Actually, Communist and Socialist parties didn’t have much in common. The Soviet government and later unelected Communist regimes — much like fascist and other rightwing governments — became notorious as brutal tyrannies that instituted mass imprisonment, torture, and murder. In reaction, many Communists grew disillusioned, quit their parties, or sought to reform them, while popular uprisings toppled Communist dictatorships. By contrast, Socialist parties won elections repeatedly and governed numerous nations where, less dramatically, they enacted democratic socialist programs. Nowhere did these programs lead to the destruction of political democracy.
Meanwhile, the Socialist Party of America gradually disintegrated. One reason for its decline was government repression during World War I and the postwar “Red Scare.”
Another was that, in the 1930s, the Democratic Party adopted some of its platform (including a massive jobs program, Social Security, a wealth tax, union rights for workers, and minimum wage legislation) and absorbed most of its constituency.
Rather than acknowledge the socialist roots of these popular policies, President Franklin Roosevelt and the Democrats chose to talk of a New Deal for “the common man.” This sleight of hand boosted the Democrats and further undermined the dwindling Socialist Party.
In response, conservatives — especially big business, its wealthy owners, and their political defenders — acted as if a Red revolution had arrived. Assailing Social Security, Republican Congressman Daniel Reed predicted that “the lash of the dictator will be felt.”
In January 1936, at a gala dinner sponsored by the American Liberty League, a group of wealthy business and conservative leaders, Al Smith — the former New York Governor who had turned sharply against the Roosevelt administration — addressed the gathering and a national radio audience.
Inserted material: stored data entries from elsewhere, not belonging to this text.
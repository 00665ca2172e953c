package main

import (
	"bytes"
	"encoding/json"
	"errors"
	"flag"
	"io"
	"math/rand/v2"
	"os"
	"os/exec"
	"path/filepath"
	"strconv"
	"syscall"
	"testing"
	"time"

	"github.com/rogpeppe/go-internal/testscript"
)

// update rewrites the golden parts of the scripts: go test ./cmd/rundle -run Scripts -update.
var update = flag.Bool("update", false, "rewrite the golden parts of the scripts")

func TestMain(m *testing.M) {
	testscript.Main(m, map[string]func(){"rundle": main})
}

func TestScripts(t *testing.T) {
	examples, err := filepath.Abs("../../examples")
	if err != nil {
		t.Fatal(err)
	}
	python := pythonWithNumPy()
	testscript.Run(t, testscript.Params{
		Dir: "testdata/script",
		Setup: func(e *testscript.Env) error {
			e.Setenv("EXAMPLES", examples)
			e.Setenv("PYTHON", python)
			return nil
		},
		Condition: func(name string) (bool, error) {
			if name == "numpy" {
				return python != "", nil
			}
			return false, errors.New("unknown condition")
		},
		Cmds: map[string]func(*testscript.TestScript, bool, []string){
			"exits": exits, "interrupts": interrupts, "json": checkJSON, "noise": noise, "differs": differs,
		},
		UpdateScripts: *update,
	})
}

// pythonWithNumPy finds a Python that has NumPy, "" if there is none.
func pythonWithNumPy() string {
	for _, name := range []string{"python3", "/usr/bin/python3"} {
		path, err := exec.LookPath(name)
		if err == nil && exec.Command(path, "-c", "import numpy").Run() == nil {
			return path
		}
	}
	return ""
}

// exits CODE COMMAND ARG... runs a command and checks its exit code.
func exits(ts *testscript.TestScript, neg bool, args []string) {
	if neg || len(args) < 2 {
		ts.Fatalf("usage: exits CODE COMMAND ARG...")
	}
	checkCode(ts, args[0], ts.Exec(args[1], args[2:]...))
}

func checkCode(ts *testscript.TestScript, want string, err error) {
	code, convErr := strconv.Atoi(want)
	ts.Check(convErr)
	got := 0
	var exit *exec.ExitError
	switch {
	case errors.As(err, &exit):
		got = exit.ExitCode()
	case err != nil:
		ts.Fatalf("%v", err)
	}
	if got != code {
		ts.Fatalf("exit code %d, want %d", got, code)
	}
}

// sweeping tells whether a status is that of the process, at work with sweeps done.
func sweeping(text []byte, process int) bool {
	var s struct {
		Phase          string
		Process, Sweep int
	}
	return json.Unmarshal(text, &s) == nil && s.Phase == "running" && s.Process == process && s.Sweep > 0
}

// interrupts SIGNAL CODE DIR COMMAND ARG... runs a command, sends it a signal (int, term, kill) once its run folder DIR tells of sweeps done, and checks its
// exit code. Standard output goes to the file interrupted.out, standard error to interrupted.err.
func interrupts(ts *testscript.TestScript, neg bool, args []string) {
	if neg || len(args) < 4 {
		ts.Fatalf("usage: interrupts SIGNAL CODE DIR COMMAND ARG...")
	}
	signal := map[string]os.Signal{"int": os.Interrupt, "term": syscall.SIGTERM, "kill": os.Kill}[args[0]]
	program, err := exec.LookPath(args[3])
	ts.Check(err)
	command := exec.Command(program, args[4:]...)
	command.Dir = ts.MkAbs(".")
	var stdout, stderr bytes.Buffer
	command.Stdout, command.Stderr = &stdout, &stderr
	ts.Check(command.Start())
	ended := make(chan error, 1)
	go func() { ended <- command.Wait() }()
	status := ts.MkAbs(filepath.Join(args[2], "status.json"))
	deadline := time.Now().Add(time.Minute)
	for {
		text, _ := os.ReadFile(status)
		if sweeping(text, command.Process.Pid) {
			break
		}
		select {
		case err := <-ended:
			ts.Fatalf("it ended before it could be interrupted: %v\n%s%s", err, stdout.String(), stderr.String())
		case <-time.After(5 * time.Millisecond):
		}
		if time.Now().After(deadline) {
			_ = command.Process.Kill()
			ts.Fatalf("no sweep within a minute")
		}
	}
	ts.Check(command.Process.Signal(signal))
	err = <-ended
	ts.Check(os.WriteFile(ts.MkAbs("interrupted.out"), stdout.Bytes(), 0o666))
	ts.Check(os.WriteFile(ts.MkAbs("interrupted.err"), stderr.Bytes(), 0o666))
	checkCode(ts, args[1], err)
}

// json FILE checks that a file (or stdout) is exactly one JSON document.
func checkJSON(ts *testscript.TestScript, neg bool, args []string) {
	if neg || len(args) != 1 {
		ts.Fatalf("usage: json FILE")
	}
	d := json.NewDecoder(bytes.NewBufferString(ts.ReadFile(args[0])))
	var document map[string]any
	ts.Check(d.Decode(&document))
	if _, err := d.Token(); !errors.Is(err, io.EOF) {
		ts.Fatalf("%s: text after the document", args[0])
	}
	if format, _ := document["format"].(string); format == "" {
		ts.Fatalf("%s: no format", args[0])
	}
}

// noise FILE BYTES SEED writes random bytes.
func noise(ts *testscript.TestScript, neg bool, args []string) {
	if neg || len(args) != 3 {
		ts.Fatalf("usage: noise FILE BYTES SEED")
	}
	n, err := strconv.Atoi(args[1])
	ts.Check(err)
	seed, err := strconv.ParseUint(args[2], 10, 64)
	ts.Check(err)
	rng := rand.New(rand.NewPCG(seed, 0))
	data := make([]byte, n)
	for i := range data {
		data[i] = byte(rng.UintN(256))
	}
	ts.Check(os.WriteFile(ts.MkAbs(args[0]), data, 0o666))
}

// differs FILE FILE checks that two files are not the same.
func differs(ts *testscript.TestScript, neg bool, args []string) {
	if neg || len(args) != 2 {
		ts.Fatalf("usage: differs FILE FILE")
	}
	if ts.ReadFile(args[0]) == ts.ReadFile(args[1]) {
		ts.Fatalf("%s and %s are the same", args[0], args[1])
	}
}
Charging that New Dealers had enacted “the Socialist platform,” he asserted that “there can be only one capital, Washington or Moscow. There can be only one atmosphere of government, the clear, pure, fresh air of free America, or the foul breath of communistic Russia.”
During America’s Cold War confrontation with the Soviet Union, conservatives frequently employed this line of attack.
“If Medicare passes into law, the consequences will be dire beyond imagining,” Ronald Reagan warned a radio audience in the early 1960s. “You and I are going to spend our sunset years telling our children, and our children’s children, what it once was like in America when men were free.” Against this backdrop, most Democrats kept their distance from the word “socialism,” while much of the public simply wrote it off as meaning tanks in Moscow’s Red Square.
More recently, of course, the disappearance of the Soviet Union and most other Communist nations, rising economic inequality, the attractive model of Scandinavian democratic socialism, and Bernie Sanders’ Americanization of “socialism” have enhanced the popularity of “socialism” — in its democratic socialist form — in the United States.
It’s probably premature to predict that most Americans will finally recognize the democratic socialist nature of many programs they admire. But that’s certainly a possibility.
Dr. Lawrence Wittner, syndicated by PeaceVoice, is Professor of History emeritus at SUNY/Albany and the author of “Confronting the Bomb” (Stanford University Press).